Bastet! You are the speedy one. I need you to Taunt that Noibat ASAP. If he protects, direct that Taunt at Binacle instead and try again next action. If they ~both~ protect that action, Work Up. Malmö, for your part, I want you to Skill Swap at Noibat to remove his Skill Swap as soon as he's not protecting. If you can't Skill Swap him, Taunt Faustkämpfer and try again next action. If Faustkämpfer uses Protect when you would ordinarily be targeting him, use Future Sight.
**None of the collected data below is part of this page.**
package readers

import (
	"strings"
	"testing"

	"strainledger/mesh"
)

// Information keys come out as elements of their own, in UTF-8; what cannot be copied
// leaves none.
func TestInformation(t *testing.T) {
	file := func(declaration, keys string) string {
		return declaration + `<VTKFile type="UnstructuredGrid"><UnstructuredGrid><Piece NumberOfPoints="1" NumberOfCells="0">
<PointData><DataArray type="Int8" Name="v" format="ascii">1` + keys + `</DataArray></PointData>
<Points><DataArray type="Int8" NumberOfComponents="3" format="ascii">0 0 0</DataArray></Points></Piece></UnstructuredGrid></VTKFile>`
	}
	for name, c := range map[string]struct{ text, want string }{
		"none":       {file("", ""), ""},
		"others":     {file("", `<Other/>`), ""},
		"two":        {file("", ` <InformationKey name='A' location="b" /> <InformationKey name="C">d &amp; e</InformationKey> `), "<InformationKey name=\"A\" location=\"b\"></InformationKey>\n<InformationKey name=\"C\">d &amp; e</InformationKey>\n"},
		"nested":     {file("", `<InformationKey name="D"><Value index="1"> 2 </Value><Value/></InformationKey>`), "<InformationKey name=\"D\"><Value index=\"1\"> 2 </Value>\n<Value></Value>\n</InformationKey>\n"},
		"quotes":     {file("", `<InformationKey name='"&lt;'/>`), "<InformationKey name=\"&#34;&lt;\"></InformationKey>\n"},
		"Latin-1":    {file(`<?xml version="1.0" encoding="ISO-8859-1"?>`, "<InformationKey name=\"\xe9\">\xb5m</InformationKey>"), "<InformationKey name=\"é\">µm</InformationKey>\n"},
		"comment":    {file("", `<InformationKey name="A">1 <!-- 2 --> 3</InformationKey>`), ""},
		"long text":  {file("", `<InformationKey name="A">`+strings.Repeat("x", 2000)+`</InformationKey>`), ""},
		"many texts": {file("", strings.Repeat(`<InformationKey name="A">0123456789</InformationKey>`, 30)), ""},
	} {
		model, err := openBytes([]byte(c.text), Options{Limits: Limits{Text: 1000}})
		if err != nil {
			t.Errorf("%s: %v", name, err)
			continue
		}
		if got := model.Pieces[0].Find(mesh.OnPoint, "v").Information; got != c.want {
			t.Errorf("%s: %q, want %q", name, got, c.want)
		}
	}
}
Second action is a repeat of the first for you two if Skill Swap was not used. Regardless, Bastet, after you've successfully taunted Noibat, start hitting him with Icy Winds. If for some reason you can't Icy Wind on the third action, use Swift instead.

*Bastet: Taunt@Noibat/Taunt@Binacle/Work Up ~ Taunt@Noibat/Icy Wind ~ Taunt@Noibat/Icy Wind/Swift*

Malmö, after you've successfully Skill Swapped Infiltrator off of Noibat, start Zen Headbutting Pancham. If you somehow got Tormented and can't ZHB on the last action, Draining Kiss him instead.

*Malmö: Skill Swap@Noibat/Taunt@Faustkämpfer/Future Sight@Faustkämpfer ~ Skill Swap@Noibat/Zen Headbutt/Future Sight@Faustkämpfer ~ Zen Headbutt/Draining Kiss/Future Sight@Faustkämpfer*


----------



## Totodile (Sep 4, 2015)

*DQ warning for Zero Moment, 48 hours.*


----------



## Totodile (Sep 8, 2015)

Zero Moment forfeits. Nothing has happened, so no prizes to give out.


----------



## Zero Moment (Sep 8, 2015)

Sorry to waste your guys' time. Things have gotten pretty hectic around here.


----------



## nastypass (Sep 8, 2015)

c'est la vie! best of luck with uni stuff, zm.


----------